The strongest brands feel consistent wherever people interact with them.
If only the visuals change, the refresh can feel surface-level.

6: Get internal buy-in early on
If the team behind the business doesn’t support the refresh, it becomes much harder to roll out successfully. People are more likely to embrace change when they understand:
- Why it’s happening
- What problems it solves
- How it benefits the business
- How they should apply it day to day
This is especially important for larger organisations where multiple teams use the brand differently.
And buy-in can’t be delegated to marketing alone.

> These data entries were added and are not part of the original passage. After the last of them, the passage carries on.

namespace WearWatch.Diagnosis.Geometry;

/// <summary>Bank of the road and what it asks of the vehicle. Bank is positive with the left side higher.</summary>
public static class RoadBank
{
    /// <summary>Standard value used throughout, m/s².</summary>
    public const double Gravity = 9.81;

    /// <summary>Bank, deg, from what the sensors feel beyond cornering: sin φ = (ay − v·r)/g, less body roll.</summary>
    /// <param name="lateralAcceleration">Specific force to the left, m/s², sensor bias removed.</param>
    /// <param name="speed">m/s.</param>
    /// <param name="yawRate">rad/s, + left, bias removed.</param>
    /// <param name="rollGain">Body roll per bank, 0 to 0.1 (from memory).</param>
    /// <remarks>H. E. Tseng, Vehicle System Dynamics 36 (2001), steady form.</remarks>
    public static double AngleDeg(double lateralAcceleration, double speed, double yawRate, double rollGain = 0) =>
        Math.Asin(Math.Clamp((lateralAcceleration - speed * yawRate) / Gravity, -1, 1)) / (1 + rollGain) * 180 / Math.PI;

    /// <summary>Side force down a cross-slope, N: m·g·sin(atan slope).</summary>
    /// <param name="massKg">kg.</param>
    /// <param name="crossSlope">Rise over run, such as 0.02.</param>
    public static double SideForceN(double massKg, double crossSlope) => massKg * Gravity * Math.Sin(Math.Atan(crossSlope));
}
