namespace WearWatch.Diagnosis.Geometry;

/// <summary>Rolling drag of tyres that run at a steady slip angle.</summary>
public static class ToeDrag
{
    /// <summary>Litres per 100 km for each newton of drag: engine efficiency 0.38, 35.8 MJ/L of diesel.</summary>
    public const double LitresPer100KmPerN = 100e3 / (0.38 * 35.8e6);

    /// <summary>kWh per 100 km for each newton of drag, from the battery: drive efficiency 0.88 (from memory).</summary>
    public const double KWhPer100KmPerN = 100e3 / (0.88 * 3.6e6);

    /// <summary>Drag of one tyre, N: C·α².</summary>
    /// <param name="tyreStiffnessNPerRad">Cornering stiffness of one tyre, N/rad.</param>
    /// <param name="slipDeg">Steady slip angle, deg, within about ±3.</param>
    public static double TyreN(double tyreStiffnessNPerRad, double slipDeg)
    {
        var alpha = Toe.Radians(slipDeg);
        return tyreStiffnessNPerRad * alpha * alpha;
    }

    /// <summary>Drag of an axle of two tyres with a total toe error, N: C·T²/2.</summary>
    public static double AxleN(double tyreStiffnessNPerRad, double totalToeDeg) => 2 * TyreN(tyreStiffnessNPerRad, totalToeDeg / 2);

    /// <summary>Steady driving resistance on the level, N: rolling plus air.</summary>
    /// <param name="massKg">kg.</param>
    /// <param name="rollingCoefficient">0.004 to 0.015.</param>
    /// <param name="dragAreaM2">Drag coefficient × frontal area, m².</param>
    /// <param name="speedMS">m/s.</param>
    /// <param name="airDensity">kg/m³.</param>
    public static double RoadLoadN(double massKg, double rollingCoefficient, double dragAreaM2, double speedMS, double airDensity = 1.2) =>
        massKg * RoadBank.Gravity * rollingCoefficient + airDensity / 2 * dragAreaM2 * speedMS * speedMS;
}
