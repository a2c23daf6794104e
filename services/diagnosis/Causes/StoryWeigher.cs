using MathNet.Numerics.Distributions;
using WearWatch.Diagnosis.Wear;

namespace WearWatch.Diagnosis.Causes;
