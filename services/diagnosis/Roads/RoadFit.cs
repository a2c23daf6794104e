using System.Text.Json.Serialization;
using WearWatch.Diagnosis.Facts;
using WearWatch.Diagnosis.Statistics;

namespace WearWatch.Diagnosis.Roads;

/// <summary>What a vehicle's torque is.</summary>
public enum TorqueKind
{
    None,
    /// <summary>Driver plus assist.</summary>
    Total,
    /// <summary>Torsion bar alone; under power steering only a share of the whole.</summary>
    TorsionBar,
    /// <summary>The unit is raw or unknown: never read as N·m.</summary>
    UnknownUnit,
}

/// <summary>
/// What the road fit must know of a vehicle. FoundInOrder: its alignment was recorded in order for the time of the runs given, so
/// that its zero anchors the class.
/// </summary>
public sealed record RoadVehicle(string VehicleId, VehicleClass Class, TrafficSide TrafficSide, TorqueKind Torque, bool FoundInOrder = false)
{
    /// <summary>The vehicle this is another time of: its alignment may differ, its gains are the same. Null where it enters once.</summary>
    public string? SameAs { get; init; }

    /// <summary>The two kinds that are read as N·m.</summary>
    [JsonIgnore]
    public bool TorqueUsable => Torque is TorqueKind.Total or TorqueKind.TorsionBar;
}

/// <summary>The signals that feel the road's bank.</summary>
public enum Witness { Torque, Angle, BankReading }

/// <summary>Gain of a class: what one unit of the bank's sine brings. Null where no vehicle of the class had the signal.</summary>
public sealed record ClassGain
{
    public required VehicleClass Class { get; init; }
    public required TorqueKind Torque { get; init; }
    /// <summary>N·m per sine of bank.</summary>
    public Estimate? TorqueNmPerSine { get; init; }
    /// <summary>deg of steering wheel per sine of bank.</summary>
    public Estimate? AngleDegPerSine { get; init; }
    /// <summary>One standard deviation of the class's steering pulls, N·m, and off-centre angles, deg, as found.</summary>
    public double PullSpreadNm { get; init; }
    public double OffCentreSpreadDeg { get; init; }
}

/// <summary>
/// Usual bank of the roads of one traffic side: sine of the bank, + left side higher. Width is one standard deviation of the cells
/// about it, as found; the prior's where there are fewer than ten.
/// </summary>
public sealed record UsualCrown(TrafficSide TrafficSide, Estimate Bank, double Width);

/// <summary>Sine of the bank of one cell, + left side higher.</summary>
public sealed record CellBank(string Cell, Estimate Bank, int Runs, int Vehicles);

/// <summary>Spread of a witness beyond its runs' own standard errors, in its unit: from run to run, and between trips (wind, load).</summary>
public sealed record WitnessSpread(Witness Witness, double RunSd, double TripSd);

/// <summary>Fleet-wide snapshot: vehicles, gains, crowns and cells from the same solve. A function of the runs and vehicles alone.</summary>
public sealed record RoadFit
{
    public const string MethodVersion = "road-3";

    public string Method { get; init; } = MethodVersion;
    public required IReadOnlyList<SteeringFigures> Vehicles { get; init; }
    public required IReadOnlyList<ClassGain> Gains { get; init; }
    public required IReadOnlyList<UsualCrown> Crowns { get; init; }
    public required IReadOnlyList<CellBank> Cells { get; init; }
    public required IReadOnlyList<WitnessSpread> Spreads { get; init; }
    /// <summary>One standard deviation of the zeros of the bank readings, sine, as found.</summary>
    public double ReadingZeroSpread { get; init; } = RoadPriors.AccelerometerBias;
    /// <summary>Groups of vehicles that no shared cell joins.</summary>
    public required int Components { get; init; }
    public required int Iterations { get; init; }
    public required bool Converged { get; init; }
    /// <summary>
    /// An earlier fit brought forward by new runs alone: gains, crowns, spreads and untouched vehicles stand as they were. The next full
    /// fit replaces it.
    /// </summary>
    public bool Provisional { get; init; }

    public SteeringFigures? Of(string vehicleId) => Vehicles.FirstOrDefault(v => v.VehicleId == vehicleId);
}
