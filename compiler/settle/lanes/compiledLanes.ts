import type { Fault } from '../../../runtime/engine.js';
import { LaneEngine } from '../../../runtime/laneEngine.js';
import type { LaneModel } from '../../../runtime/laneModel.js';
import type { StateMap } from '../../../runtime/stateBits.js';
import type { LaneMachine } from './laneMachine.js';
import { BLOCK_WORDS } from './laneOperations.js';

/** Lanes on a compiled model of `BLOCK_LANES` lanes, an engine for each block. */
export class CompiledLanes implements LaneMachine {
  readonly blocks: number;
  readonly map: StateMap;
  readonly #engines: readonly LaneEngine[];
  /** Per block and word, the lanes that ended in the cycle just run. */
  readonly #ended: Int32Array;

  private constructor(model: LaneModel, engines: readonly LaneEngine[]) {
    this.blocks = engines.length;
    this.map = model;
    this.#engines = engines;
    this.#ended = new Int32Array(engines.length * BLOCK_WORDS);
  }

  static async create(model: LaneModel, blocks: number): Promise<CompiledLanes> {
    return new CompiledLanes(model, await LaneEngine.createMany(model, blocks));
  }

  stateOf(block: number): Int32Array {
    const { buffer, byteOffset, length } = this.#engines[block]!.stateWords();
    return new Int32Array(buffer, byteOffset, length);
  }

  run(row: Uint32Array): void {
    for (const [block, engine] of this.#engines.entries()) {
      const ended = this.#ended.subarray(block * BLOCK_WORDS, (block + 1) * BLOCK_WORDS);
      ended.set(engine.running);
      engine.runAlike(1, row, 0);
      for (let word = 0; word < BLOCK_WORDS; word++) ended[word]! &= ~engine.running[word]!;
    }
  }

  faulty(block: number, word: number): number {
    return this.#ended[block * BLOCK_WORDS + word]!;
  }

  faultOf(block: number, lane: number): Fault {
    return this.#engines[block]!.faults.find((fault) => fault.lane === lane)!;
  }
}
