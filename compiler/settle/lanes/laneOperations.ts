import { ProgramOp } from '../../program/program.js';

/** Words of 32 lanes that every operation works on together. */
export const BLOCK_WORDS = 4;

/** Lanes in a block. */
export const BLOCK_LANES = 128;

/**
 * Runs operations of one kind, each on a block of lanes.
 *
 * `memory` holds values of four words each from word `base` on, and from `at` on the operands of
 * the operations: places of values, counted from `base`. Results go to the words from `result` on
 * up to `end`. Returns where the operands of the next operations stand.
 */
export function runOperations(
  kind: number,
  memory: Int32Array,
  base: number,
  at: number,
  result: number,
  end: number,
): number {
  switch (kind) {
    case ProgramOp.And:
      return ands(memory, base, at, result, end);
    case ProgramOp.Or:
      return ors(memory, base, at, result, end);
    case ProgramOp.Xor:
      return xors(memory, base, at, result, end);
    case ProgramOp.Not:
      return nots(memory, base, at, result, end);
    default:
      return muxes(memory, base, at, result, end);
  }
}

// The four words are written out: a loop around them would take longer than the work in it.

function ands(memory: Int32Array, base: number, first: number, from: number, end: number): number {
  let at = first;
  for (let to = from; to < end; to += BLOCK_WORDS, at += 2) {
    const a = base + memory[at]!;
    const b = base + memory[at + 1]!;
    memory[to] = memory[a]! & memory[b]!;
    memory[to + 1] = memory[a + 1]! & memory[b + 1]!;
    memory[to + 2] = memory[a + 2]! & memory[b + 2]!;
    memory[to + 3] = memory[a + 3]! & memory[b + 3]!;
  }
  return at;
}

function ors(memory: Int32Array, base: number, first: number, from: number, end: number): number {
  let at = first;
  for (let to = from; to < end; to += BLOCK_WORDS, at += 2) {
    const a = base + memory[at]!;
    const b = base + memory[at + 1]!;
    memory[to] = memory[a]! | memory[b]!;
    memory[to + 1] = memory[a + 1]! | memory[b + 1]!;
    memory[to + 2] = memory[a + 2]! | memory[b + 2]!;
    memory[to + 3] = memory[a + 3]! | memory[b + 3]!;
  }
  return at;
}

function xors(memory: Int32Array, base: number, first: number, from: number, end: number): number {
  let at = first;
  for (let to = from; to < end; to += BLOCK_WORDS, at += 2) {
    const a = base + memory[at]!;
    const b = base + memory[at + 1]!;
    memory[to] = memory[a]! ^ memory[b]!;
    memory[to + 1] = memory[a + 1]! ^ memory[b + 1]!;
    memory[to + 2] = memory[a + 2]! ^ memory[b + 2]!;
    memory[to + 3] = memory[a + 3]! ^ memory[b + 3]!;
  }
  return at;
}

function nots(memory: Int32Array, base: number, first: number, from: number, end: number): number {
  let at = first;
  for (let to = from; to < end; to += BLOCK_WORDS, at++) {
    const a = base + memory[at]!;
    memory[to] = ~memory[a]!;
    memory[to + 1] = ~memory[a + 1]!;
    memory[to + 2] = ~memory[a + 2]!;
    memory[to + 3] = ~memory[a + 3]!;
  }
  return at;
}

function muxes(memory: Int32Array, base: number, first: number, from: number, end: number): number {
  let at = first;
  for (let to = from; to < end; to += BLOCK_WORDS, at += 3) {
    const select = base + memory[at]!;
    const zero = base + memory[at + 1]!;
    const one = base + memory[at + 2]!;
    memory[to] = chosen(memory[select]!, memory[zero]!, memory[one]!);
    memory[to + 1] = chosen(memory[select + 1]!, memory[zero + 1]!, memory[one + 1]!);
    memory[to + 2] = chosen(memory[select + 2]!, memory[zero + 2]!, memory[one + 2]!);
    memory[to + 3] = chosen(memory[select + 3]!, memory[zero + 3]!, memory[one + 3]!);
  }
  return at;
}

/** Bit by bit, `zero` where `select` is 0 and `one` where it is 1. */
export const chosen = (select: number, zero: number, one: number): number =>
  zero ^ (select & (zero ^ one));
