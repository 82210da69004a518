import type { Fault } from '../../../runtime/engine.js';
import type { StateMap } from '../../../runtime/stateBits.js';
import type { CyclePrograms } from '../../program/program.js';
import type { LaneMachine } from './laneMachine.js';
import { LaneProgram } from './laneProgram.js';

/** Lanes interpreted in JavaScript: slower by far than compiled ones, and ready at once. */
export class InterpretedLanes implements LaneMachine {
  readonly blocks: number;
  readonly map: StateMap;
  readonly #programs: readonly LaneProgram[];
  readonly #pattern: Uint8Array;
  #cycles = 0;
  /** The program of the cycle just run. */
  #last: LaneProgram;

  constructor({ programs, pattern }: CyclePrograms, blocks: number) {
    this.blocks = blocks;
    this.map = programs[0]!;
    this.#programs = programs.map((program) => new LaneProgram(program, blocks));
    this.#pattern = pattern;
    this.#last = this.#next;
  }

  stateOf(block: number): Int32Array {
    return this.#next.stateOf(block);
  }

  run(row: Uint32Array): void {
    const program = this.#next;
    program.run(row);
    this.#last = program;
    this.#cycles++;
    // Each program has values of its own: the state moves on to the next cycle's.
    const next = this.#next;
    if (next === program) return;
    for (let block = 0; block < this.blocks; block++) {
      next.stateOf(block).set(program.stateOf(block));
    }
  }

  faulty(block: number, word: number): number {
    return this.#last.faulty(block, word);
  }

  faultOf(block: number, lane: number): Fault {
    return this.#last.faultOf(block, lane)!;
  }

  /** The program of the next cycle, which holds the state. */
  get #next(): LaneProgram {
    return this.#programs[this.#pattern[this.#cycles % this.#pattern.length]!]!;
  }
}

The clearest brands are led from the top — when leadership owns the story and direction, the rollout becomes easier because teams have something consistent to follow (see our blog post, why brand has to start with leadership).
7: Think about a practical rollout
Refreshing a brand often involves far more work than expected.
It can affect:
- Websites
- Social channels
- Signage
- Packaging
- Templates
- Documents
- Advertising
- Email signatures
- Internal systems
Planning implementation early helps avoid inconsistencies and rushed decisions later on.
For many businesses, a phased rollout makes more sense than trying to update everything overnight.
8. Avoid chasing trends
It’s natural to want a brand to feel current, but trends move quickly.
What looks modern today can feel dated in a couple of years.
The best branding tends to be:
- Clear
- Flexible
- Easy to recognise
- Consistent
- Simple to apply
A refresh should still feel relevant several years from now, not just immediately after launch.
9: Define what success looks like
Before starting the project, it helps to define what you actually want the refresh to achieve and ways of tracking its success.
Success might look like:
- Better customer perception
- Improved consistency
- More enquiries
- Better quality leads
- Increased awareness
- Easier recruitment
- Stronger positioning in the market
Without clear goals, it becomes difficult to measure whether the refresh has worked.